● **YOUR ASSIGNMENT**
Print the lines of the data, starting with the first, up to and including the line where "not advised. */" appears.

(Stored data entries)
'''

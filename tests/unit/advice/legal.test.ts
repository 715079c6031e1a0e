/**
 * The law before the heat (docs/model.md, "Verdict"): a rig that exceeds a mass rating or fails its region's
 * trailer-brake rule is not advised whatever its brake temperatures, with that reason first. Rules: ADR 38/05
 * (Australia: up to 750 kg ATM no brakes required, above it brakes required; legislation.gov.au F2018L00692)
 * and the vehicle's own ratings (GVM).
 */

import { describe, expect, it } from "vitest";
import { adviseRig, renderRigAdvice } from "@/lib/advice";
import { UTE_AND_CARAVAN, type Rig } from "@/lib/thermal";
import { rigWithTrailer } from "../compliance/rig-fixtures";
import { oneDescent } from "./scenarios";

/** A gentle descent (4 % for 2 km) on which nothing gets warm: only the law can make these rigs not advised. */
const gentle = oneDescent(-0.04, 2000);
const advise = (rig: Rig, region: "AU" | null = "AU") =>
  adviseRig({ route: gentle.profile, descents: gentle.descents, rig, region });

describe("the law before the heat", () => {
  it("an unbraked 2.8 t van is not advised in Australia (ADR 38/05: brakes above 750 kg ATM), reason first", () => {
    const van = rigWithTrailer(2800, { brakeType: "none", brakedAxles: 0, breakaway: "none", brakes: undefined });
    const a = advise(van);
    expect(a.verdict).toBe("not advised");
    expect(a.legalReasons[0]).toMatch(/^Trailer brakes at 2800 kg: Brakes are required at this mass and the trailer has none\./);
    const text = renderRigAdvice(a, "metric");
    expect(text[0]).toBe("Verdict: not advised.");
    expect(text[1]).toContain("Brakes are required at this mass and the trailer has none.");
  });

  it("a rig over its GVM is not advised, and says by how much", () => {
    const heavy: Rig = { ...UTE_AND_CARAVAN, load: { ...UTE_AND_CARAVAN.load, vehiclePayloadKg: 1200 } };
    const a = advise(heavy);
    expect(a.verdict).toBe("not advised");
    expect(a.legalReasons.some((r) => /GVM/.test(r) && /over the rating/.test(r))).toBe(true);
  });

  it("the preset rig within its ratings and with braked trailer is judged on the heat alone", () => {
    const a = advise(UTE_AND_CARAVAN);
    expect(a.legalReasons).toEqual([]);
    expect(a.verdict).toBe("clear");
  });

  it("without a region only the ratings are checked", () => {
    const van = rigWithTrailer(2800, { brakeType: "none", brakedAxles: 0, breakaway: "none", brakes: undefined });
    expect(advise(van, null).legalReasons).toEqual([]);
  });
});
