//go:build !wasm

package main

import (
	"archive/zip"
	"bufio"
	"bytes"
	"context"
	"encoding/json"
	"fmt"
	"io"
	"io/fs"
	"math"
	"net"
	"net/http"
	"net/http/httptest"
	"net/http/httputil"
	"net/url"
	"os"
	"os/exec"
	"path/filepath"
	"slices"
	"sort"
	"strconv"
	"strings"
	"sync"
	"testing"
	"time"

	cdpbrowser "github.com/chromedp/cdproto/browser"
	"github.com/chromedp/cdproto/page"
	"github.com/chromedp/cdproto/runtime"
	"github.com/chromedp/chromedp"

	"amplink/app"
	"amplink/app/wire"
	"amplink/core/data"
	"amplink/core/demo"
	"amplink/core/format"
	"amplink/core/format/edf"
	"amplink/core/pipeline"
	"amplink/core/recipe"
	"amplink/core/report"
	"amplink/wasm/job"
)

// The browser tests drive Debian's Chromium like a user would, against the
// site that `amplink site` writes, served under a path prefix by a plain
// file server. Every request is recorded at the test server (the workers'
// and the service worker's requests do not show in the page's network
// events), and the browser is routed through a recording proxy on
// 127.0.0.1 so that a request to any other origin is seen too.

const chromiumPath = "/usr/bin/chromium"

// prefix is where the site is served: it must work under any path.
const prefix = "/some/prefix/"

type request struct {
	Method, Path, Phase string
	At                  time.Time
}

// origin serves the site and records every request with the test phase it
// came in.
type origin struct {
	mu      sync.Mutex
	phase   string
	offline bool
	reqs    []request
	site    http.Handler
}

func (o *origin) setPhase(p string) {
	o.mu.Lock()
	o.phase = p
	o.mu.Unlock()
	phaseLog = append(phaseLog, p+" from "+time.Now().Format("15:04:05.000"))
}

var phaseLog []string

func (o *origin) setOffline(v bool) { o.mu.Lock(); o.offline = v; o.mu.Unlock() }

func (o *origin) ServeHTTP(w http.ResponseWriter, r *http.Request) {
	o.mu.Lock()
	o.reqs = append(o.reqs, request{Method: r.Method, Path: r.URL.Path, Phase: o.phase, At: time.Now()})
	offline, site := o.offline, o.site
	o.mu.Unlock()
	if offline {
		http.Error(w, "offline", http.StatusServiceUnavailable)
		return
	}
	if !strings.HasPrefix(r.URL.Path, prefix) {
		http.NotFound(w, r)
		return
	}
	http.StripPrefix(strings.TrimSuffix(prefix, "/"), site).ServeHTTP(w, r)
}

// setSite serves another site from now on (a new version).
func (o *origin) setSite(h http.Handler) { o.mu.Lock(); o.site = h; o.mu.Unlock() }

func (o *origin) requests(phase string) []request {
	o.mu.Lock()
	defer o.mu.Unlock()
	var out []request
	for _, r := range o.reqs {
		if phase == "" || r.Phase == phase {
			out = append(out, r)
		}
	}
	return out
}

// proxy forwards requests for the test origin and refuses, and records,
// everything else. Requests that carry Sec-Fetch-* headers come from a
// page or worker; Chromium's own background calls (which it makes even
// with --disable-background-networking) carry none, and go through CONNECT
// to its vendor's hosts; those are logged, not failed.
type proxy struct {
	mu      sync.Mutex
	target  *url.URL
	fwd     *httputil.ReverseProxy
	foreign []string // from the page or a worker
	vendor  []string // from the browser itself
}

var vendorHosts = []string{".google.com", ".googleapis.com", ".gstatic.com", ".gvt1.com", ".gvt2.com", ".googleusercontent.com", ".chromium.org", ".doubleclick.net"}

func isVendor(host string) bool {
	h, _, err := net.SplitHostPort(host)
	if err != nil {
		h = host
	}
	for _, v := range vendorHosts {
		if strings.HasSuffix("."+h, v) {
			return true
		}
	}
	return false
}

func (p *proxy) ServeHTTP(w http.ResponseWriter, r *http.Request) {
	if r.Method != http.MethodConnect && r.URL.Host == p.target.Host {
		p.fwd.ServeHTTP(w, r)
		return
	}
	p.mu.Lock()
	what := r.Method + " " + r.Host + r.URL.Path
	fromPage := r.Header.Get("Sec-Fetch-Mode") != "" || r.Header.Get("Sec-Fetch-Site") != ""
	if fromPage || !isVendor(r.Host) {
		p.foreign = append(p.foreign, what)
	} else {
		p.vendor = append(p.vendor, what)
	}
	p.mu.Unlock()
	http.Error(w, "amplink test proxy: no other origin", http.StatusForbidden)
}

// browser is one Chromium with one tab and what it reported.
type browser struct {
	ctx      context.Context
	origin   *origin
	proxy    *proxy
	base     string // the site's URL
	mu       sync.Mutex
	problems []string  // console errors, exceptions
	long     []float64 // after the page was ready
	startup  []float64 // before: wasm instantiation and the Go runtime's start
	byLoad   []string  // the start-up tasks of each page load, in order
	loads    int       // page loads so far
	longAt   []string
	marks    []string
}

// mark notes the page clock at a step, to place long tasks.
func (b *browser) mark(t *testing.T, what string) {
	now, _ := chromedp.Run(b.ctx, chromedp.Evaluate[float64](`performance.now()`))
	b.mu.Lock()
	b.marks = append(b.marks, fmt.Sprintf("%s at %.0f ms", what, now))
	b.mu.Unlock()
}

'''

● **SOLUTION TO THIS EXERCISE**
filename tests/unit/advice/legal.test.ts
repository 715079c6031e1a0e
/**
 * The law before the heat (docs/model.md, "Verdict"): a rig that exceeds a mass rating or fails its region's
 * trailer-brake rule is not advised whatever its brake temperatures, with that reason first. Rules: ADR 38/05
 * (Australia: up to 750 kg ATM no brakes required, above it brakes required; legislation.gov.au F2018L00692)
 * and the vehicle's own ratings (GVM).
 */

import { describe, expect, it } from "vitest";
import { adviseRig, renderRigAdvice } from "@/lib/advice";
import { UTE_AND_CARAVAN, type Rig } from "@/lib/thermal";
import { rigWithTrailer } from "../compliance/rig-fixtures";
import { oneDescent } from "./scenarios";

/** A gentle descent (4 % for 2 km) on which nothing gets warm: only the law can make these rigs not advised. */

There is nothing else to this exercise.